Exercise: Search the listing below for the word "there", and copy every line in which it turns up.

-- Opening Marker --

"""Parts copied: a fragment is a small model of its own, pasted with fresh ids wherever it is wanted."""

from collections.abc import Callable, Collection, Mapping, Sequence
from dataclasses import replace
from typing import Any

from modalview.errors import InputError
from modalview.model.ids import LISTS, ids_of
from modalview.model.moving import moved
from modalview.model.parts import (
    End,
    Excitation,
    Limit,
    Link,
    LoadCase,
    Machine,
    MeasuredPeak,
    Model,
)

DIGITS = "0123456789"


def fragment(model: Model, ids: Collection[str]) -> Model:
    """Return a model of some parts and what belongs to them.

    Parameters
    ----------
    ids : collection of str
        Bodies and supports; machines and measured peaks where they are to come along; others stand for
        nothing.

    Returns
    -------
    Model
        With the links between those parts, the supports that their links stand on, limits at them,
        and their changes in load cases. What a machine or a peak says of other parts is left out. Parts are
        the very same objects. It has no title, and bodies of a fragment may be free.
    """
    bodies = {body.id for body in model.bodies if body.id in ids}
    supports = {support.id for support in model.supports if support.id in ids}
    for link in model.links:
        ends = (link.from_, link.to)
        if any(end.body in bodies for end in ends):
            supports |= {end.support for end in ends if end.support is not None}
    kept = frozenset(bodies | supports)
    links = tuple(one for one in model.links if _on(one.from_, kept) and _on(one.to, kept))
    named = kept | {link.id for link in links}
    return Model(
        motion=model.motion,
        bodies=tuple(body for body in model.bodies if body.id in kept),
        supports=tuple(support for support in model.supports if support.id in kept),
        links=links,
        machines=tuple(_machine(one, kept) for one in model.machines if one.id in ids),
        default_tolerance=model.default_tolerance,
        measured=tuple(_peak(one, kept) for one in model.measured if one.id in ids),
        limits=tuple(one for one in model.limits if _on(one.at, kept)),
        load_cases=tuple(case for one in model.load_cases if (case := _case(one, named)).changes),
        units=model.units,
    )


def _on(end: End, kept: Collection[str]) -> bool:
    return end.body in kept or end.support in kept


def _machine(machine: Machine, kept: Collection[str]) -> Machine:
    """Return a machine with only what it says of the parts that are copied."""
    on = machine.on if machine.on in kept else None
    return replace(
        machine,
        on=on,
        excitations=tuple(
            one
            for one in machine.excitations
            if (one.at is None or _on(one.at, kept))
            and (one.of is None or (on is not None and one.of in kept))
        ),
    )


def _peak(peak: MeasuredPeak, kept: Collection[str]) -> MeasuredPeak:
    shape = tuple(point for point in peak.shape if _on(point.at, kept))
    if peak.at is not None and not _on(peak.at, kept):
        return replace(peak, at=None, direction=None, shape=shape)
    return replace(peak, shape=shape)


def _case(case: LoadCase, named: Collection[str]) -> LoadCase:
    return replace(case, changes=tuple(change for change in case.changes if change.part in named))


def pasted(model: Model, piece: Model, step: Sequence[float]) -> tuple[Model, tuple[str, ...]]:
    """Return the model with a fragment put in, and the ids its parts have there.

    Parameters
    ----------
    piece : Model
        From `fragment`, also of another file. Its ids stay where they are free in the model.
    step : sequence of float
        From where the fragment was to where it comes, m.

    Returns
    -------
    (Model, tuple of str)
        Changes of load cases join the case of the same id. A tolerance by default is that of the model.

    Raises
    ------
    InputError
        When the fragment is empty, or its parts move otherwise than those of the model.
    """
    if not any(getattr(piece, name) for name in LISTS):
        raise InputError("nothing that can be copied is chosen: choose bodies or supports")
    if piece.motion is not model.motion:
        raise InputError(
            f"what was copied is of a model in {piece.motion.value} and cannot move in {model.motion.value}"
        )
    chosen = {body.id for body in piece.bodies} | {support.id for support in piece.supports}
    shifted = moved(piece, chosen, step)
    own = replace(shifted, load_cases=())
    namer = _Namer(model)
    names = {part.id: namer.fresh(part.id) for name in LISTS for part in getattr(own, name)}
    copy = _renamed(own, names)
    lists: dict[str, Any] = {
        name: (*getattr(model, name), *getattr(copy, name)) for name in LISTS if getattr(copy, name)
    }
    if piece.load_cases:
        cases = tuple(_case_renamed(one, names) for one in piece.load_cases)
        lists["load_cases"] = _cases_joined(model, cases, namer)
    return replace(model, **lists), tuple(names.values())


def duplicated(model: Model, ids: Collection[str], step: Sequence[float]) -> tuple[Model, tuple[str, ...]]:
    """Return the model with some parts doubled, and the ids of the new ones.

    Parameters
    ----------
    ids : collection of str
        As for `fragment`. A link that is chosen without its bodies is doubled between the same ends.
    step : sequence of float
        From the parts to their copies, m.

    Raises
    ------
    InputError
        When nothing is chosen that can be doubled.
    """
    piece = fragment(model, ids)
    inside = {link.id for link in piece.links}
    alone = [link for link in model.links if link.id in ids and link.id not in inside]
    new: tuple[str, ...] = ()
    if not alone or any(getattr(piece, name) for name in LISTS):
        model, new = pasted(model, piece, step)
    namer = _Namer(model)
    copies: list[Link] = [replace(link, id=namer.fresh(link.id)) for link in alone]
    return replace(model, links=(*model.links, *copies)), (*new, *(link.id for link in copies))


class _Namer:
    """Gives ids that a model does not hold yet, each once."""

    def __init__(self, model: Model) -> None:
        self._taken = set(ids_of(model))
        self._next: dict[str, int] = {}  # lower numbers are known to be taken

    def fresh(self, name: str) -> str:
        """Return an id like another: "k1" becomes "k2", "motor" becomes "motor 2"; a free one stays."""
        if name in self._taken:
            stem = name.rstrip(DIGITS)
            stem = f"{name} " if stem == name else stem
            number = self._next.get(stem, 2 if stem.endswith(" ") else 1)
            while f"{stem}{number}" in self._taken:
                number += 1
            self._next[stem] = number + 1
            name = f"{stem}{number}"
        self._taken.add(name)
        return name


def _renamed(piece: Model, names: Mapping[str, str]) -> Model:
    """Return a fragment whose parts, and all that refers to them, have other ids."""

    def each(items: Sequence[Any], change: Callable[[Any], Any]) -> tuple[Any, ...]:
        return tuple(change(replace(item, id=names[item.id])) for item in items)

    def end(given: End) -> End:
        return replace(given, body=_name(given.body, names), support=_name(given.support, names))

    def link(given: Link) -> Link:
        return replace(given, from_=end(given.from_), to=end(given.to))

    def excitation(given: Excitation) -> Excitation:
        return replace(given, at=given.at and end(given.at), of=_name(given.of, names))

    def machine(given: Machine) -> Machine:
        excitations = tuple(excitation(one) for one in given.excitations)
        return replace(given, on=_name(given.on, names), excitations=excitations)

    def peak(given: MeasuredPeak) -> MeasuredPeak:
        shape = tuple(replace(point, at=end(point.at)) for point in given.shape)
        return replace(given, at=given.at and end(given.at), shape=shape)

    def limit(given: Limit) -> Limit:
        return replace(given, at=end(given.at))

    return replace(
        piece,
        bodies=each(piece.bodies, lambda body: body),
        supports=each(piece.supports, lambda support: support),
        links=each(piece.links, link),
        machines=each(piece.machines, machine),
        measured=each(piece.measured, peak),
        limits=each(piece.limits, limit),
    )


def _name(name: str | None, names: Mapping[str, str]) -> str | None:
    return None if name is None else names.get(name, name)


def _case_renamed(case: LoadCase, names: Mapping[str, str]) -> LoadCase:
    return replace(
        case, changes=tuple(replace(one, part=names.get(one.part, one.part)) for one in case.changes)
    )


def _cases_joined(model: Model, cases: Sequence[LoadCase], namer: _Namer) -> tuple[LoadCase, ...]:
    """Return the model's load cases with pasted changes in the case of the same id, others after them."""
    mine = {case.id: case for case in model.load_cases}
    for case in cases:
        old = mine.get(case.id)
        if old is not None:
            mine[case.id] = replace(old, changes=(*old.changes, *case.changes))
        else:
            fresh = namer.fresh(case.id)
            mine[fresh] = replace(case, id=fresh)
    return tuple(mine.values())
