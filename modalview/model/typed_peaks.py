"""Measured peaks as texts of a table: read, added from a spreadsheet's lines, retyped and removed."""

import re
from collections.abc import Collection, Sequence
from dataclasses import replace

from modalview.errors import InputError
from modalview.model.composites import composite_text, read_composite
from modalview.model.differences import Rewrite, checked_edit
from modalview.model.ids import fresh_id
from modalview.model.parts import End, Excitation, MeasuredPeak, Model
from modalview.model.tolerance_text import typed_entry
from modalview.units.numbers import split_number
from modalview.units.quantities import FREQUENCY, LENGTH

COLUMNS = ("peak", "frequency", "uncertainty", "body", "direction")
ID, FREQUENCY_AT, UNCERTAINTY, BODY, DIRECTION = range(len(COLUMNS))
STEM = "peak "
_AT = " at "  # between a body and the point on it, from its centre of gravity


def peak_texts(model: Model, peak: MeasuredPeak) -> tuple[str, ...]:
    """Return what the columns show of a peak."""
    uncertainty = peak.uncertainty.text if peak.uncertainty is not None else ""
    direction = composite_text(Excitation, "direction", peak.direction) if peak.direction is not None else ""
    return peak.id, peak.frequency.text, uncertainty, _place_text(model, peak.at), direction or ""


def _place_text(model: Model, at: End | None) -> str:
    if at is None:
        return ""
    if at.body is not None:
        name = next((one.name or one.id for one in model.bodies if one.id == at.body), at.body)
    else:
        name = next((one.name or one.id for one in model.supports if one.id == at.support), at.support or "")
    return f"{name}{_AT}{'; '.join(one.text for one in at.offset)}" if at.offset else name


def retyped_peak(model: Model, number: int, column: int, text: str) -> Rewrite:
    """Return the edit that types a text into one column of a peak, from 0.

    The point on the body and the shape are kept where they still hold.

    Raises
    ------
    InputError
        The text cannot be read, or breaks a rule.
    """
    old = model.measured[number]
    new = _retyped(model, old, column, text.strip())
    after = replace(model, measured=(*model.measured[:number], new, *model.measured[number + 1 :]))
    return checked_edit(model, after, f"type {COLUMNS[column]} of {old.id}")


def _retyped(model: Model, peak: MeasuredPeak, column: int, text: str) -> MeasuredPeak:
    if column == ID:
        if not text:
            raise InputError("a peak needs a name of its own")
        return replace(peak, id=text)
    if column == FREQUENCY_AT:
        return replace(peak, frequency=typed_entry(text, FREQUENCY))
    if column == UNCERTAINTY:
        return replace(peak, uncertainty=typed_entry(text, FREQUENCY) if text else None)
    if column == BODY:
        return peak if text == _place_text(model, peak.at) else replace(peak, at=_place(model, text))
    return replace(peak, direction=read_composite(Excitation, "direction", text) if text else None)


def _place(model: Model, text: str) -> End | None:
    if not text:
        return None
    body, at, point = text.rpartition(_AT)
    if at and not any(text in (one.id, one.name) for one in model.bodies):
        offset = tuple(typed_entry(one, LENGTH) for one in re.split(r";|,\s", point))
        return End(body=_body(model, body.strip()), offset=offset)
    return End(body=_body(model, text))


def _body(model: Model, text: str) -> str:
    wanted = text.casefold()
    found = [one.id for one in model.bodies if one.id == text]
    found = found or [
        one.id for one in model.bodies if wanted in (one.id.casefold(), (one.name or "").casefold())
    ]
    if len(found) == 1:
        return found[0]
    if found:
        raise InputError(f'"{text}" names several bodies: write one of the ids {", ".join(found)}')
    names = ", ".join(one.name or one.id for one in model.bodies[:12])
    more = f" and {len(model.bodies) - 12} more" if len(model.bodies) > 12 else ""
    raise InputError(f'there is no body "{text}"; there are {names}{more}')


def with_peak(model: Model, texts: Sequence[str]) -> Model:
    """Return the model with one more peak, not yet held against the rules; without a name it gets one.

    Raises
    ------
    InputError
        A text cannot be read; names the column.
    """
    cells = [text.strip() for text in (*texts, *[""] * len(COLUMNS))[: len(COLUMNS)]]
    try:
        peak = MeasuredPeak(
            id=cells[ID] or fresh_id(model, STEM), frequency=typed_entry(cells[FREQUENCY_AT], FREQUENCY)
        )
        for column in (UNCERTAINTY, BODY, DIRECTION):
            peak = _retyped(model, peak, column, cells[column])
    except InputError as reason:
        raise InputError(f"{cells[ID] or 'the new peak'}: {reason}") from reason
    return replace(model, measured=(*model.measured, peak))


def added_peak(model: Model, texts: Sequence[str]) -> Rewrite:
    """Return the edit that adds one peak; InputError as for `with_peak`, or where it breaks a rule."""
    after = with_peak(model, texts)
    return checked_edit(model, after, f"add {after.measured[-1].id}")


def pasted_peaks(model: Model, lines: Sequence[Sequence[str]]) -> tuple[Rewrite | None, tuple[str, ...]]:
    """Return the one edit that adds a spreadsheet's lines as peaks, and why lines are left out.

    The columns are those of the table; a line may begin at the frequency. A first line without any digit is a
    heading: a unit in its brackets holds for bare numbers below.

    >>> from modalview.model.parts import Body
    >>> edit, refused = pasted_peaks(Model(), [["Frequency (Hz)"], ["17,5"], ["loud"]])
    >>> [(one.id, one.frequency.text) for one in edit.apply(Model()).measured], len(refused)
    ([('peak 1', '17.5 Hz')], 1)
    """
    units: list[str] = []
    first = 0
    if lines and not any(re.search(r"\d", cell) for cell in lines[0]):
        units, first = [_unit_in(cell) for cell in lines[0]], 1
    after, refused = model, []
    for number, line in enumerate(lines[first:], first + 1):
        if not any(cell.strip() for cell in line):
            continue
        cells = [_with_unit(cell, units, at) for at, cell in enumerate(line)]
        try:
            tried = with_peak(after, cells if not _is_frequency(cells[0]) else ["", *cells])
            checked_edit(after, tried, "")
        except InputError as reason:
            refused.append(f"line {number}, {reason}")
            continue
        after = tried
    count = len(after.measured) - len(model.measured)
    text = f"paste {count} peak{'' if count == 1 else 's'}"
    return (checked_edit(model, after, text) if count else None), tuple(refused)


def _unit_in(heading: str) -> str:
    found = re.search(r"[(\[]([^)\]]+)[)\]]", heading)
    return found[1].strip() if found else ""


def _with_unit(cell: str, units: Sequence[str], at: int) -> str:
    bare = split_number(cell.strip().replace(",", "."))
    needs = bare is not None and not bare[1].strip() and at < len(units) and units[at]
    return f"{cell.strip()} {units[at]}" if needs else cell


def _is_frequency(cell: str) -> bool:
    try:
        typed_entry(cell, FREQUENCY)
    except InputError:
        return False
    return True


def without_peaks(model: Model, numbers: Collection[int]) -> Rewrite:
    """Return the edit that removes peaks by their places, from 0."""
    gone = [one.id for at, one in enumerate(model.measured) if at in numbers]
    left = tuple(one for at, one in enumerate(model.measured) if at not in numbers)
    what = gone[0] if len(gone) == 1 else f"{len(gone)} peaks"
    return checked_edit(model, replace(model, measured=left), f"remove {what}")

-- Closing Marker --

Problem solution:
    """Return the model with a fragment put in, and the ids its parts have there.
    raise InputError(f'there is no body "{text}"; there are {names}{more}')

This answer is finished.